In the near future, Massachusetts may go down in history as the very first state that officially introduced a ban on the use of a variety of face recognition technologies by all law enforcement agencies. Deputies of the House of Representatives and the Senate have already approved a bill on the next police reform, which in turn prohibits police departments and other government agencies from using face recognition systems. As noted by the authoritative edition of Forbes, this bill will have some exceptions.
For example, police officers will be able to get a warrant for the use of facial recognition technologies against car thieves. Officers can also write a request for the use of technology if they can provide evidence that it is necessary to prevent serious injury or even death. It should also be mentioned that, in addition to banning the use of facial recognition tools, the new police reform bill also prohibits police officers from using absolutely any suffocating grips along with rubber bullets.
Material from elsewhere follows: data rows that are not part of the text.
import type { EstimateContent, EstimateView } from '@pondwright/shared';
import { useQueryClient } from '@tanstack/react-query';
import { useCallback, useState } from 'react';
import { isApiError, type FieldError } from '@/lib/api-error';
import { notifyApiError, notifySuccess } from '@/lib/notify';
import { useFinaliseEstimate } from '../api/finalise-estimate';
import { getEstimateQueryOptions } from '../api/get-estimate';
import { useSaveEstimateDraft } from '../api/save-estimate-draft';

export type EditableContent = Omit<EstimateContent, 'input'>;

const editable = ({ input: _input, ...content }: EstimateContent): EditableContent => content;
const same = (a: unknown, b: unknown) => JSON.stringify(a) === JSON.stringify(b);

/**
 * The estimator's unsaved edits to one draft: the panel's content, the takeoff input as the workspace
 * last reported it, and the revision they were edited from. Figures always come from the server.
 */
export function useEstimateEditor(estimate: EstimateView) {
  const queryClient = useQueryClient();
  const [baseline, setBaseline] = useState(() => editable(estimate.draft.content));
  const [content, setContent] = useState(baseline);
  const [revision, setRevision] = useState(estimate.draft.revision);
  const [input, setInputState] = useState<unknown>(null);
  const [inputBaseline, setInputBaseline] = useState<unknown>(null);
  /** Bumped when the server's draft is loaded over the edits, so the takeoff form starts again. */
  const [generation, setGeneration] = useState(0);
  const [conflict, setConflict] = useState<{ message: string; details: FieldError[] } | null>(null);
  const [fieldErrors, setFieldErrors] = useState<FieldError[]>([]);
  const save = useSaveEstimateDraft();
  const finalise = useFinaliseEstimate();

  const setInput = useCallback((next: unknown) => {
    setInputState(next);
    setInputBaseline((current: unknown) => current ?? next);
  }, []);

  const adopt = (view: EstimateView) => {
    const next = editable(view.draft.content);
    setBaseline(next);
    setContent(next);
    setRevision(view.draft.revision);
    setFieldErrors([]);
  };

  const saveDraft = () => {
    setFieldErrors([]);
    save.mutate(
      {
        id: estimate.id,
        content: { ...content, input: input ?? estimate.draft.content.input },
        revision,
      },
      {
        onSuccess: (saved) => {
          adopt(saved);
          setInputBaseline(input);
          notifySuccess(`Revision ${saved.draft.revision} saved.`, 'Draft saved');
        },
        onError: (error) => {
          if (isApiError(error, 409)) {
            setConflict({ message: error.message, details: error.details });
            return;
          }
          if (isApiError(error, 400)) setFieldErrors(error.details);
          notifyApiError(error, 'Could not save the draft');
        },
      },
    );
  };

  const reloadServerDraft = async () => {
    const fresh = await queryClient.fetchQuery({
      ...getEstimateQueryOptions(estimate.id),
      staleTime: 0,
    });
    adopt(fresh);
    setInputState(null);
    setInputBaseline(null);
    setConflict(null);
    setGeneration((current) => current + 1);
  };

  const finaliseDraft = (onDone: () => void) => {
    finalise.mutate(
      { id: estimate.id, revision },
      {
        onSuccess: (view) => {
          notifySuccess(
            `Version ${view.versions.at(-1)?.versionNumber ?? ''} created.`,
            'Finalised',
          );
          onDone();
        },
        onError: (error) => {
          if (isApiError(error, 409) && error.details.length > 0) {
            setConflict({ message: error.message, details: error.details });
          }
        },
      },
    );
  };

  const inputDirty = inputBaseline !== null && !same(input, inputBaseline);
  return {
    content,
    setContent,
    revision,
    setInput,
    generation,
    dirty: inputDirty || !same(content, baseline),
    saveDraft,
    saving: save.isPending,
    fieldErrors,
    conflict,
    keepEditing: () => setConflict(null),
    reloadServerDraft,
    finaliseDraft,
    finalising: finalise.isPending,
    finaliseError: finalise.error,
  };
}

export type EstimateEditor = ReturnType<typeof useEstimateEditor>;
Moreover, police officers will be prohibited from using tear gas together with other chemicals. However, again, there will also be an exception here, because if necessary, the police will be able to obtain permission to use the same tear gas. It is noteworthy that some cities in the United States of America have already managed to introduce similar bans on the use of facial recognition technologies in recent years. For example, San Francisco became the first city to introduce this ban back in May 2019. San Francisco was followed by Somerville, Massachusetts and Oakland, California. Boston banned facial recognition technologies back in June, and Portland, Maine, followed only in November this year.
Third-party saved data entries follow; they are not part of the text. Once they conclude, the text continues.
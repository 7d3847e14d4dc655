import { Injectable } from '@nestjs/common';
import { budgetAfterChangeOrder, type AcceptQuoteRequest } from '@pondwright/shared';
import { formatMoney, toDecimal } from '@pondwright/shared/pricing';
import type { EntityManager } from 'typeorm';
import { AppError } from '../common/errors/app-error';
import { AppConfig } from '../config/app-config';
import { Estimate } from '../estimates/entities/estimate.entity';
import { EstimateVersion } from '../estimates/entities/estimate-version.entity';
import { Job } from '../jobs/entities/job.entity';
import { OutboxService } from '../mail/outbox.service';
import type { QuoteLink } from '../quotes/entities/quote-link.entity';
import { HOMEOWNER, recordEstimateEvent } from '../quotes/estimate-events';
import { money, quoteAnsweredStaffMail } from '../quotes/quote-mail';
import { User } from '../users/entities/user.entity';
import { ChangeOrder } from './entities/change-order.entity';
import { amountPaid, isInvoiced, supersedingChange } from './job-contract';
import { lookUpTogether } from '../database/look-up-together';

type Answer =
  | {
      accepted: true;
      request: AcceptQuoteRequest;
      meta: { ip: string; userAgent: string };
    }
  | { accepted: false; reason: string | undefined; meta: { ip: string; userAgent: string } };

/**
 * The homeowner's answer to a change order, in the caller's transaction. Accepting checks the version
 * shown and that the change still stands (no other change accepted since it was priced, no final
 * invoice yet, a credit not below what they have paid), records who, when and from where, and only
 * then applies the change to the job's budget: new lines added, work taken off, totals moved.
 */
@Injectable()
export class ChangeOrderAnswers {
  constructor(
    private readonly outbox: OutboxService,
    private readonly config: AppConfig,
  ) {}

  async answer(manager: EntityManager, link: QuoteLink, answer: Answer): Promise<void> {
    const order = await manager.findOneOrFail(ChangeOrder, {
      where: { id: link.changeOrderId! },
      lock: { mode: 'pessimistic_write' },
    });
    if (order.status !== 'sent') {
      throw new AppError(
        'QUOTE_ALREADY_ANSWERED',
        `This change was already ${order.status}. Contact the company to change your answer.`,
      );
    }
    const version = await manager.findOneByOrFail(EstimateVersion, { id: order.versionId });
    const job = await manager.findOneOrFail(Job, {
      where: { id: order.jobId },
      lock: { mode: 'pessimistic_write' },
    });
    const now = new Date();
    if (answer.accepted) {
      if (answer.request.contentSha256 !== version.contentSha256) {
        throw new AppError(
          'QUOTE_VERSION_CHANGED',
          'This change has been updated since you opened it. Reload the page to see it.',
        );
      }
      await refuseIfNoLongerStanding(manager, job, order);
      const budget = budgetAfterChangeOrder(job.budget, {
        versionNumber: version.versionNumber,
        contentSha256: version.contentSha256,
        added: order.budgetLines,
        reductions: order.budgetReductions,
        priceBeforeTax: order.summary.priceBeforeTax,
        tax: order.summary.tax,
        total: order.summary.total,
      });
      await manager.update(
        ChangeOrder,
        { id: order.id },
        {
          status: 'accepted',
          acceptedName: answer.request.fullName,
          acceptedIp: answer.meta.ip,
          acceptedUserAgent: answer.meta.userAgent.slice(0, 1000),
          acceptedAt: now,
        },
      );
      await manager.update(Job, { id: job.id }, { budget });
    } else {
      await manager.update(ChangeOrder, { id: order.id }, { status: 'declined', declinedAt: now });
    }
    const action = answer.accepted ? 'change-order-accepted' : 'change-order-declined';
    await recordEstimateEvent(manager, {
      companyId: job.companyId,
      estimateId: job.estimateId,
      actorLabel: HOMEOWNER,
      action,
      detail: {
        number: order.number,
        total: order.summary.total,
        ip: answer.meta.ip,
        ...(answer.accepted
          ? { fullName: answer.request.fullName, sha256: version.contentSha256 }
          : { reason: answer.reason ?? null }),
      },
    });
    const [estimate, sender] = await lookUpTogether(manager, [
      () => manager.findOneByOrFail(Estimate, { id: job.estimateId }),
      () => manager.findOneByOrFail(User, { id: link.createdById }),
    ]);
    await this.outbox.enqueue(manager, {
      companyId: job.companyId,
      kind: `${action}-staff`,
      to: sender.email,
      ...quoteAnsweredStaffMail({
        answer: answer.accepted ? 'accepted' : 'declined',
        estimateNumber: estimate.number,
        title: `change order ${order.number}: ${order.title}`,
        customerName: answer.accepted ? answer.request.fullName : 'The homeowner',
        detail: answer.accepted
          ? `${changeWords(order.summary.total, job.budget.currency)}; the job's budget now totals ${money(order.summary.newJobTotal, job.budget.currency)}.`
          : answer.reason
            ? `Their reason: ${answer.reason}`
            : 'They gave no reason.',
        url: `${this.config.publicAppUrl}/jobs/${job.id}`,
      }),
    });
  }
}

/** "It adds $540.00" for new work, "It credits $1,200.00" for a change that takes work off. */
function changeWords(total: string, currency: string): string {
  const amount = toDecimal(total);
  return amount.isNegative()
    ? `It credits ${money(formatMoney(amount.negated()), currency)}`
    : `It adds ${money(total, currency)}`;
}

/**
 * Refuses (409, nothing written) a change that no longer stands: the job's final invoice is issued,
 * another change was accepted since this one was priced, or a credit would take the job's total
 * below what the homeowner has paid since it was priced.
 */
async function refuseIfNoLongerStanding(
  manager: EntityManager,
  job: Job,
  order: ChangeOrder,
): Promise<void> {
  if (await isInvoiced(manager, job)) {
    throw new AppError(
      'JOB_INVOICED',
      'Your final invoice for this project is already issued, so this change can no longer be accepted. Contact the company to talk it over.',
    );
  }
  if (await supersedingChange(manager, job, order)) {
    throw new AppError(
      'CHANGE_ORDER_SUPERSEDED',
      'This change was priced before another change you accepted, so its figures no longer hold. Ask the company to send it again.',
    );
  }
  const newTotal = toDecimal(job.budget.total).plus(toDecimal(order.summary.total));
  if (toDecimal(order.summary.total).isNegative()) {
    const paid = await amountPaid(manager, job);
    if (newTotal.lessThan(paid)) {
      throw new AppError(
        'CREDIT_EXCEEDS_PAID',
        `This credit would bring your project total below the ${money(formatMoney(paid), job.budget.currency)} you have already paid. Contact the company to settle it.`,
      );
    }
  }
}
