import type { ChangeOrderSummary } from '@pondwright/shared';
import { formatMoney, toDecimal } from '@pondwright/shared/pricing';
import { composeMail, type MailContent } from '../mail/mail-content';
import { money } from '../quotes/quote-mail';

export function changeOrderMail(args: {
  companyName: string;
  customerName: string;
  jobTitle: string;
  summary: ChangeOrderSummary;
  currency: string;
  url: string;
}): MailContent {
  const { summary } = args;
  const total = toDecimal(summary.total);
  const effect = total.isNegative()
    ? `This is a credit of ${money(formatMoney(total.negated()), args.currency)} (tax included), bringing the job to`
    : `This adds ${money(summary.total, args.currency)} (tax included), bringing the job to`;
  return composeMail(
    `Change order ${summary.number} for "${args.jobTitle}" from ${args.companyName}`,
    [
      { kind: 'paragraph', text: `Hello ${args.customerName},` },
      {
        kind: 'paragraph',
        text: `We would like to change the work: ${summary.title}.${summary.reason ? `\n\n${summary.reason}` : ''}\n\n${effect} ${money(summary.newJobTotal, args.currency)}. Nothing changes until you accept it.`,
      },
      { kind: 'button', label: 'Review the change', url: args.url },
    ],
    'Sent with Pondwright on behalf of your contractor. Reply to this e-mail to reach them.',
  );
}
However, the rules of Massachusetts are still much stricter, because they prohibit the use of facial recognition technologies exclusively by law enforcement agencies and government officials, and they do it extremely strictly. Back in September of this year, officials in Portland, Oregon, imposed the strictest municipal facial recognition ban in the country so far, preventing even private companies from using the technology in public places. However, now Massachusetts is in the first place in terms of rigor.